Before publishing this post, I was looking over the openzfs documentation for zvol blocksize, and decided to go back, and run another benchmark using the recommended size of 16k.

After cloning & configuring my cloud-init template again.... I ran the benchmarks with 16k blocksize.

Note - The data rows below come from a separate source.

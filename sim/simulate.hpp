#pragma once
// One replication: every plan of a scenario run over the same population
// (common random numbers), recording every notice.
#include <cstdint>
#include <optional>
#include <utility>
#include <vector>

#include "models/phase_log.hpp"
#include "models/population.hpp"
#include "sim/fatigue.hpp"
#include "sim/notice.hpp"
#include "sim/setup.hpp"
#include "sim/shifts.hpp"
#include "sim/staff.hpp"

namespace tocsin {

struct PlanRecord {
    std::vector<Notice> notices;  // in time order (ties: encounter, then score order)
    // The tasks those notices gave the staff, one per notice that asks for an
    // evaluation, in notice order (TaskRecord::notice indexes `notices`);
    // present when the scenario declares roles, except for a ranked review
    // (its review team does the reviews, within the review's own capacity).
    std::optional<StaffRun> staff;
    // Evaluation instants the rule was asked at: usable scores (page), chart
    // openings by the plan's roles, unit handoffs, review rounds per scope.
    std::int64_t occasions = 0;
    std::vector<Round> rounds;  // handoff list and ranked review, in time order
    // Ranked review: (encounter, round instant) for every patient on a top-N
    // list, reviewed or left over by the team's capacity.
    std::vector<std::pair<std::uint32_t, Instant>> listed;
    // When the plan declares fatigue: the load each notice met, one per notice.
    std::vector<NoticeLoad> loads;
};

struct ReplicationRecord {
    std::uint64_t replication = 0;
    std::vector<PlanRecord> plans;  // one per scenario plan, same order
};

// The shift calendar covering every stay of the population and the instants
// cover_from and cover_until when given (a declared reporting period).
ShiftCalendar calendar_for(const SimulationSetup& setup, const Population& population, std::optional<Instant> cover_from,
                           std::optional<Instant> cover_until);

// Runs every plan on the population, then (when the scenario declares roles)
// each plan's notices through its own staff (task minutes keyed per task, see
// sim/staff.hpp). `threads` splits encounters into blocks; the record is identical
// whatever the thread count. Chart-interruption plans read `replayed_openings`
// when the scenario replays chart openings (see load_chart_openings), and
// generate them otherwise.
ReplicationRecord simulate_replication(const SimulationSetup& setup, const Population& population,
                                       const ShiftCalendar& calendar, std::uint64_t replication,
                                       unsigned threads = 1, const ChartOpeningLog* replayed_openings = nullptr,
                                       PhaseLog* phases = nullptr);

}  // namespace tocsin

I did also benchmark both sync, and async (on the zfs side).

FIO Commands:

sudo apt install fio -y

fio --name=seqwrite-time \
    --filename=testfile \
    --size=10G \
    --bs=1M \
    --rw=write \
    --direct=1 \
    --numjobs=4 \
    --iodepth=16 \
    --ioengine=libaio \
    --time_based \
    --runtime=300s \
    --group_reporting

fio --name=seqread-time \
    --filename=testfile \
    --size=10G \
    --bs=1M \
    --rw=read \
    --direct=1 \
    --numjobs=4 \
    --iodepth=16 \
    --ioengine=libaio \
    --time_based \
    --runtime=300s \
    --group_reporting

fio --name=randreadwrite-time \
    --filename=testfile \
    --size=10G \
    --bs=4k \
    --rw=randrw \
    --rwmixread=70 \
    --direct=1 \
    --numjobs=4 \
    --iodepth=16 \
    --ioengine=libaio \
    --time_based \
    --runtime=300s \
    --group_reporting

echo "done"
Test IOPS Avg IOPS Max BW Avg (MiB/s) BW Max (MiB/s) Latency Avg (ms) Latency Max (ms) Sync Writes Link %
Seq Write 1,960 2,484 1,960 2,484 32.65 222.00 Enabled 62.7%
Seq Read 2,577 2,748 2,575 2,748 24.85 173.00 Enabled 82.4%
Random Read 4k 42,000 53,810 164 215 1.05 99.56 Enabled 5.2%
Random Write 4k 18,000 23,214 70.5 92.9 1.09 99.62 Enabled 2.3%
Seq Write 1,815 2,648 1,815 2,648 35.24 393.00 Disabled 58.1%
Seq Read 2,557 2,762 2,556 2,762 25.04 165.00 Disabled 81.8%
Random Read 4k 41,700 54,918 163 220 1.06 74.17 Disabled 5.2%
Random Write 4k 17,900 23,576 70.0 94.3 1.10 74.28 Disabled 2.2%

40k IOPs, that is pretty respectable. Not fantastic. But, good enough... for now.